> **RECORDED DATA**
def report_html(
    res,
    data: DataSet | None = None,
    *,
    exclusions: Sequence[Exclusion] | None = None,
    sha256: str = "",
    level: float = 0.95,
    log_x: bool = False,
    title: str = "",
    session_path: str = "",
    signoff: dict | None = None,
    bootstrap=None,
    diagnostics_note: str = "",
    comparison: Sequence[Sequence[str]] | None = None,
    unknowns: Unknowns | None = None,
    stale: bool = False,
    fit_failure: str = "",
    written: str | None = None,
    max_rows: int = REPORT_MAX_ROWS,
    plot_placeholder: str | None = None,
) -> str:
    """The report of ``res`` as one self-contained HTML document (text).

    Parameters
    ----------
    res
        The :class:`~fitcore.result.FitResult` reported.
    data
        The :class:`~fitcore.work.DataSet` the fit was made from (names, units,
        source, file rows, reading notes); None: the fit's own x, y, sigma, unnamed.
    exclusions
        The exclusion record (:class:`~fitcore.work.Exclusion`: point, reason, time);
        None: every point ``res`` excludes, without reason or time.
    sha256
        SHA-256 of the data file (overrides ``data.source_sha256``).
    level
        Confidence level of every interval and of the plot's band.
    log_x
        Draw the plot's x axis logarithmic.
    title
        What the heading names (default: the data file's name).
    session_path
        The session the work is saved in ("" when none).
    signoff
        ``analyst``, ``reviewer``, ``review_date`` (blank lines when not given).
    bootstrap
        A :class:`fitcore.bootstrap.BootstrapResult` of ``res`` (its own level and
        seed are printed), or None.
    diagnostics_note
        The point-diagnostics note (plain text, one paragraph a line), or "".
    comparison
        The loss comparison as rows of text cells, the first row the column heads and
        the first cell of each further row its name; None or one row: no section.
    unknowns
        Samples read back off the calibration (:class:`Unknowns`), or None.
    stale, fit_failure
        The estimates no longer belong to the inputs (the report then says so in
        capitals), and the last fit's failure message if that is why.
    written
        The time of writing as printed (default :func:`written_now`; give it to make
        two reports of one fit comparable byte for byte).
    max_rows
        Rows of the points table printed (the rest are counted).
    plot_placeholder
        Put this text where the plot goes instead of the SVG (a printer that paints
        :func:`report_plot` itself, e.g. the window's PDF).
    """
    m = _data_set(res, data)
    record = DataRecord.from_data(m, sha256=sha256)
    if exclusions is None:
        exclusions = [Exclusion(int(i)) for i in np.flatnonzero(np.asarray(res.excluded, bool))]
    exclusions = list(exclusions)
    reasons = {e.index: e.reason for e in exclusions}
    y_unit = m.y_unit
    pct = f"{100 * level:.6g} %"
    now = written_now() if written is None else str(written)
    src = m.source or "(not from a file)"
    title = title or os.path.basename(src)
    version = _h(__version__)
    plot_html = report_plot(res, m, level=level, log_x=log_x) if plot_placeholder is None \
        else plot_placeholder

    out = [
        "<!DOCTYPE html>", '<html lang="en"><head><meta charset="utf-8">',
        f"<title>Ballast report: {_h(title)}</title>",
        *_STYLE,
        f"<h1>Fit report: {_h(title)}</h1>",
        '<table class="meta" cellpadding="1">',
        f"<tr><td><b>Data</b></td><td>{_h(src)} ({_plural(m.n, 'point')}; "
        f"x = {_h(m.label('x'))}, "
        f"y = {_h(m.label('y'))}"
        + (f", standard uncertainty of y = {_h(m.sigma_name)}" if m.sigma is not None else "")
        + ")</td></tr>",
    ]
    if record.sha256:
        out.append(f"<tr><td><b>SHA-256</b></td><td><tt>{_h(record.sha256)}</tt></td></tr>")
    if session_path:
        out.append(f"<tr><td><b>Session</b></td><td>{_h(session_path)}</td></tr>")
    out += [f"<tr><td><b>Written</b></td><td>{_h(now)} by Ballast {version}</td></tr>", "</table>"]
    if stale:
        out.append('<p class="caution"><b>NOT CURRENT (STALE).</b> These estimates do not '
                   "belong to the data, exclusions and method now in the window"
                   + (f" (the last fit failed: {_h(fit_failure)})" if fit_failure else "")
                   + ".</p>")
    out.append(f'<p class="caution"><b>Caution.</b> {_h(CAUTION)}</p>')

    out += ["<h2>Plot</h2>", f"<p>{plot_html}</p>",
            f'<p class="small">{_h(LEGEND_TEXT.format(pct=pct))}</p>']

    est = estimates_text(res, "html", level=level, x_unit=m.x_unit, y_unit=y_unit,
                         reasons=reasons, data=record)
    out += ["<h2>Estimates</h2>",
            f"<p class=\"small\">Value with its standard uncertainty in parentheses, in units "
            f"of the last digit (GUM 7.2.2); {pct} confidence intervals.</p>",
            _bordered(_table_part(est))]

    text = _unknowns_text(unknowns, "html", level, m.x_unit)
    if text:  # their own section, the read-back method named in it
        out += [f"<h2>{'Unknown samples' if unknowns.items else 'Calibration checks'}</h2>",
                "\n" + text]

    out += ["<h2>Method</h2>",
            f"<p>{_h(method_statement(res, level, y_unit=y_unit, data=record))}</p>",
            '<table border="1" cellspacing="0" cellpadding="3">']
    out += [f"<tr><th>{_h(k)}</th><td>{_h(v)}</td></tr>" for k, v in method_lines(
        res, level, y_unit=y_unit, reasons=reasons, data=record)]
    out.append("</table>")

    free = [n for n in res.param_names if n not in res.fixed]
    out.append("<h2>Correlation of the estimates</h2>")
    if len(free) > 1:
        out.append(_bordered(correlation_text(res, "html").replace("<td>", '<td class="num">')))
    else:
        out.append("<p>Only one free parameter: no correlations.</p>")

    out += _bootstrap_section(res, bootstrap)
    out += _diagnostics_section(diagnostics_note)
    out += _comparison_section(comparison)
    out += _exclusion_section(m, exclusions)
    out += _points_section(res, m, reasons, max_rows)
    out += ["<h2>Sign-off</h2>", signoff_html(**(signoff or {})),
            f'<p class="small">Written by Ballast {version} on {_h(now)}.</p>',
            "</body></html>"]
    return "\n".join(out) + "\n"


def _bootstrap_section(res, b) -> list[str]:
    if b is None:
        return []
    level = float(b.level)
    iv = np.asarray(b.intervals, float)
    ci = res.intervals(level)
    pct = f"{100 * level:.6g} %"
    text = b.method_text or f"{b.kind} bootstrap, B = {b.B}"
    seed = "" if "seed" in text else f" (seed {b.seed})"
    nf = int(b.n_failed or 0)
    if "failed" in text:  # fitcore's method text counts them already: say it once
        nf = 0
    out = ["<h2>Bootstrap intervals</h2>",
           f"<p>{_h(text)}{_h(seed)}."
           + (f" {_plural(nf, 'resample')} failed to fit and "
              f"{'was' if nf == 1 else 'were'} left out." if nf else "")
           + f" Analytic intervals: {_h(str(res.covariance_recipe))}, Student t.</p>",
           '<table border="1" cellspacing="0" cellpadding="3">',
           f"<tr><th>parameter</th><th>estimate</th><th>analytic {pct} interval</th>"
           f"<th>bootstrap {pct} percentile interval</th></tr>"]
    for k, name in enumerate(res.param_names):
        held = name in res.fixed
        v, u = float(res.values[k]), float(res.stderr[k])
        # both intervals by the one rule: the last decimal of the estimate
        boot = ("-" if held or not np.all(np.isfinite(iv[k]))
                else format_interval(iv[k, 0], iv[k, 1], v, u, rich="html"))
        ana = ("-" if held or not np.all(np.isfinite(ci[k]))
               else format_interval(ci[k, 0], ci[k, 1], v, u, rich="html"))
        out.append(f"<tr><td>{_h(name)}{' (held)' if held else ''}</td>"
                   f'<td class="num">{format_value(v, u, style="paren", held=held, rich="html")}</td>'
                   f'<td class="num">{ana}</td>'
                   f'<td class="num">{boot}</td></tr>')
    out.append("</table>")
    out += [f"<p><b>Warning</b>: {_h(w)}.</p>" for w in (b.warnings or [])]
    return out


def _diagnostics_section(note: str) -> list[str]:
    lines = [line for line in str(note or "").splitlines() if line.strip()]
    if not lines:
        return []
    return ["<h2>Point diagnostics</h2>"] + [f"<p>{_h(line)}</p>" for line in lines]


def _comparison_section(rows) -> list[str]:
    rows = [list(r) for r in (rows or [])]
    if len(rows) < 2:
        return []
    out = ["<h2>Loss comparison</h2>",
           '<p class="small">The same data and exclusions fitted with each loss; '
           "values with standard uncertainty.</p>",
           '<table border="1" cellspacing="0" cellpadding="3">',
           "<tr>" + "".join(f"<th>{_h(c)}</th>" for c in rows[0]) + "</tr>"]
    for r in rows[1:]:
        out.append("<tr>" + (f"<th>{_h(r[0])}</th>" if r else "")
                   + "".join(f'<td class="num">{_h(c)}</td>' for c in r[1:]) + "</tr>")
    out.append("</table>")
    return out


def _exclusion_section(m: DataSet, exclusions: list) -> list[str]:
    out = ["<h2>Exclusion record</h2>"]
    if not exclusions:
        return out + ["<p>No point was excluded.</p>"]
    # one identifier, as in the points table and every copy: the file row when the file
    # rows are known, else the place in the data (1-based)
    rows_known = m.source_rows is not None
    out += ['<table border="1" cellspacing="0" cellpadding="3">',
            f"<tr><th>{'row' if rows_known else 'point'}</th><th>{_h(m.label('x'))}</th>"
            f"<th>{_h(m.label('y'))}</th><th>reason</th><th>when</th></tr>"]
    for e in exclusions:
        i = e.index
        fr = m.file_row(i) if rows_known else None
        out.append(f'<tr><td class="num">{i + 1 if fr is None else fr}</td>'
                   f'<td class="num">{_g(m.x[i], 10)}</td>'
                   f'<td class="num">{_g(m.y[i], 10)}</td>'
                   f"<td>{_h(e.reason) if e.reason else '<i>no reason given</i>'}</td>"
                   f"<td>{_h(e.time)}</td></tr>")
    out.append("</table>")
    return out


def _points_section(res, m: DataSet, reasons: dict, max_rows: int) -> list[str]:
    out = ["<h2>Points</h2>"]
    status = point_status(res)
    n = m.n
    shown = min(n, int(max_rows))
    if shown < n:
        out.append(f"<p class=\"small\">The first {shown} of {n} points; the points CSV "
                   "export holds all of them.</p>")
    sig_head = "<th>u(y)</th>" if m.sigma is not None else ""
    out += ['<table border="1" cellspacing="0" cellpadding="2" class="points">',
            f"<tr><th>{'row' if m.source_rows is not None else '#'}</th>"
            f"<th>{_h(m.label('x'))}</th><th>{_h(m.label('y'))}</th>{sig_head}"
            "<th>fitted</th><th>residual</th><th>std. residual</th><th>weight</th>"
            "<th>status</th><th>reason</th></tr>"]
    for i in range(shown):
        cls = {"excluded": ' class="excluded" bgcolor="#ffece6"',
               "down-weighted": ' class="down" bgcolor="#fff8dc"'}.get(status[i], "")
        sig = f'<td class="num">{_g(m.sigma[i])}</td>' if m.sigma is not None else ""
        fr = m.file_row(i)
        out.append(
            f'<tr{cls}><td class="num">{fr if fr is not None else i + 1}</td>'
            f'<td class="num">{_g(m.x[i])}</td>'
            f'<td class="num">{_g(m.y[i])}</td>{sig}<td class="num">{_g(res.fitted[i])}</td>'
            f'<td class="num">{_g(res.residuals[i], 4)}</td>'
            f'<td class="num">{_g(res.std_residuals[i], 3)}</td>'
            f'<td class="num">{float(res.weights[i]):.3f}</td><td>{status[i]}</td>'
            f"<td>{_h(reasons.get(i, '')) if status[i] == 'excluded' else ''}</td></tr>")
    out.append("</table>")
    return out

> **TASK REQUIREMENTS**
Would you please return all lines of the data that include the word "back"?

> **EXERCISE RESULT**
        Samples read back off the calibration (:class:`Unknowns`), or None.
    if text:  # their own section, the read-back method named in it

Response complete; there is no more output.